▸ Listed entries:
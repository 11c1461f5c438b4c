package mip

import (
	"context"
	"math"
	"strings"
	"testing"
)

// Textbook integer programs with published optima. All were typed from
// memory of the books named; each optimum was also confirmed with GLPK
// 5.0 (glpsol) before being written here.
func TestTextbookExamples(t *testing.T) {
	cases := []struct {
		source string
		mps    string
		max    float64   // published optimal (maximum) objective
		x      []float64 // published optimal solution, nil if not unique
	}{
		{
			// Taha, Operations Research: An Introduction (8th ed.),
			// §9.2.1, branch-and-bound example: max 5x1+4x2,
			// x1+x2 ≤ 5, 10x1+6x2 ≤ 45; optimum z = 23 at (3, 2).
			source: "Taha §9.2.1",
			mps: `NAME TAHA
OBJSENSE MAX
ROWS
 N Z
 L C1
 L C2
COLUMNS
 M1 'MARKER' 'INTORG'
 X1 Z 5 C1 1
 X1 C2 10
 X2 Z 4 C1 1
 X2 C2 6
 M2 'MARKER' 'INTEND'
RHS
 RHS C1 5 C2 45
ENDATA
`,
			max: 23, x: []float64{3, 2},
		},
		{
			// Winston, Operations Research: Applications and Algorithms
			// (4th ed.), §9.3, Telfa Corporation: max 8x1+5x2,
			// x1+x2 ≤ 6, 9x1+5x2 ≤ 45; optimum z = 40 at (5, 0).
			source: "Winston §9.3 Telfa",
			mps: `NAME TELFA
OBJSENSE
    MAX
ROWS
 N Z
 L C1
 L C2
COLUMNS
 X1 Z 8 C1 1
 X1 C2 9
 X2 Z 5 C1 1
 X2 C2 5
RHS
 RHS C1 6 C2 45
BOUNDS
 LI BND X1 0
 LI BND X2 0
ENDATA
`,
			max: 40, x: []float64{5, 0},
		},
		{
			// Hillier and Lieberman, Introduction to Operations Research
			// (7th ed.), §12.1, California Manufacturing Co.: binary
			// max 9x1+5x2+6x3+4x4, 6x1+3x2+5x3+2x4 ≤ 10, x3+x4 ≤ 1,
			// x3 ≤ x1, x4 ≤ x2; optimum 14 at (1, 1, 0, 0).
			source: "Hillier–Lieberman §12.1 California Manufacturing",
			mps: `NAME CALMAN
OBJSENSE MAX
ROWS
 N Z
 L BUDGET
 L ONEWH
 L W3
 L W4
COLUMNS
 X1 Z 9 BUDGET 6
 X1 W3 -1
 X2 Z 5 BUDGET 3
 X2 W4 -1
 X3 Z 6 BUDGET 5
 X3 ONEWH 1 W3 1
 X4 Z 4 BUDGET 2
 X4 ONEWH 1 W4 1
RHS
 RHS BUDGET 10 ONEWH 1
BOUNDS
 BV BND X1
 BV BND X2
 BV BND X3
 BV BND X4
ENDATA
`,
			max: 14, x: []float64{1, 1, 0, 0},
		},
		{
			// Hillier and Lieberman (7th ed.), §12.7, mixed BIP/MIP
			// branch-and-bound example: max 4x1−2x2+7x3−x4,
			// x1+5x3 ≤ 10, x1+x2−x3 ≤ 1, 6x1−5x2 ≤ 0, −x1+2x3−2x4 ≤ 3,
			// x1..x3 integer, x4 continuous; optimum 13.5 at
			// (0, 0, 2, 0.5).
			source: "Hillier–Lieberman §12.7 MIP example",
			mps: `NAME HLMIP
OBJSENSE MAX
ROWS
 N Z
 L C1
 L C2
 L C3
 L C4
COLUMNS
 M1 'MARKER' 'INTORG'
 X1 Z 4 C1 1
 X1 C2 1 C3 6
 X1 C4 -1
 X2 Z -2 C2 1
 X2 C3 -5
 X3 Z 7 C1 5
 X3 C2 -1 C4 2
 M2 'MARKER' 'INTEND'
 X4 Z -1 C4 -2
RHS
 RHS C1 10 C2 1
 RHS C4 3
BOUNDS
 PL BND X1
 PL BND X2
 PL BND X3
ENDATA
`,
			max: 13.5, x: []float64{0, 0, 2, 0.5},
		},
		{
			// Winston (4th ed.), §9.2, Stockco capital budgeting:
			// binary max 16x1+22x2+12x3+8x4, 5x1+7x2+4x3+3x4 ≤ 14;
			// optimum 42 at (0, 1, 1, 1).
			source: "Winston §9.2 Stockco",
			mps: `NAME STOCKCO
OBJSENSE MAX
ROWS
 N NPV
 L CASH
COLUMNS
 X1 NPV 16 CASH 5
 X2 NPV 22 CASH 7
 X3 NPV 12 CASH 4
 X4 NPV 8 CASH 3
RHS
 RHS CASH 14
BOUNDS
 BV BND X1
 BV BND X2
 BV BND X3
 BV BND X4
ENDATA
`,
			max: 42, x: []float64{0, 1, 1, 1},
		},
	}
	for _, c := range cases {
		t.Run(c.source, func(t *testing.T) {
			p, err := ReadMPS(strings.NewReader(c.mps))
			if err != nil {
				t.Fatal(err)
			}
			res, err := Solve(context.Background(), p, Options{})
			if err != nil {
				t.Fatal(err)
			}
			// ReadMPS turns MAX into minimizing the negated objective.
			if res.Status != Optimal || math.Abs(-res.Obj-c.max) > 1e-9 {
				t.Fatalf("%v with max %v; want optimal %v (%s)", res.Status, -res.Obj, c.max, c.source)
			}
			for j, v := range c.x {
				if math.Abs(res.X[j]-v) > 1e-7 {
					t.Errorf("x = %v; want %v (%s)", res.X, c.x, c.source)
					break
				}
			}
		})
	}
}
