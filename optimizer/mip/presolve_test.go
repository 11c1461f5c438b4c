package mip

import (
	"testing"

	"github.com/rigmix/rigmix/optimizer/lp"
)

type lpProblem = lp.Problem

// TestPresolveCoverRules checks the set-covering reductions on a small
// instance worked by hand (invented data). Columns 0..3 cover rows
// {0,1,2}, {1,2}, {0}, {1,2} at costs 1, 2, 5, 3. Rows 1 and 2 have the
// same columns, so row 2 goes; columns 1, 2 and 3 each cost at least the
// cheapest other column of their rows (column 0, cost 1) and are priced
// out (Beasley 1987); row 0 is then covered by column 0 alone, which is
// fixed to 1 and covers every row.
func TestPresolveCoverRules(t *testing.T) {
	p := SetCover([]float64{1, 2, 5, 3}, [][]int{{0, 1, 2}, {1, 2}, {0}, {1, 2}})
	ps := presolve(p)
	if ps.infeasible {
		t.Fatal("reported infeasible")
	}
	if ps.red.LP.NumCols != 0 || ps.red.LP.NumRows != 0 {
		t.Errorf("reduced problem has %d rows, %d columns; want 0, 0", ps.red.LP.NumRows, ps.red.LP.NumCols)
	}
	if ps.objShift != 1 {
		t.Errorf("objective shift %v, want 1", ps.objShift)
	}
	x := ps.postsolve(nil)
	if x[0] != 1 || x[1] != 0 || x[2] != 0 || x[3] != 0 {
		t.Errorf("postsolved x = %v, want [1 0 0 0]", x)
	}
}

// TestPresolveGeneral: singleton rows become bounds and the general rules
// leave a non-covering problem's optimum alone (hand-worked).
func TestPresolveGeneral(t *testing.T) {
	// min x0 + x1, 2 x0 ≥ 3 (x0 integer → x0 ≥ 2), x0 + x1 ≥ 2.5, x1 ∈ [0, 10].
	p := &Problem{Integer: []bool{true, false}}
	q := &p.LP
	q.NumRows, q.NumCols = 2, 2
	q.Obj = []float64{1, 1}
	q.ColLo = []float64{0, 0}
	q.ColUp = []float64{10, 10}
	q.RowLo = []float64{3, 2.5}
	q.RowUp = []float64{inf, inf}
	q.ColStart = []int{0, 2, 3}
	q.RowIndex = []int{0, 1, 1}
	q.Value = []float64{2, 1, 1}
	ps := presolve(p)
	if ps.red.LP.NumRows != 1 || ps.red.LP.ColLo[0] != 2 {
		t.Errorf("reduced: %d rows, x0 lower bound %v; want 1 row, 2", ps.red.LP.NumRows, ps.red.LP.ColLo[0])
	}
	if ps.setCover {
		t.Error("general problem taken for set covering")
	}
}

▸ Exercise:
Looking at the material above, count the lines containing the string "Manufacturing" and reply with the count alone.

▸ Written answer:
2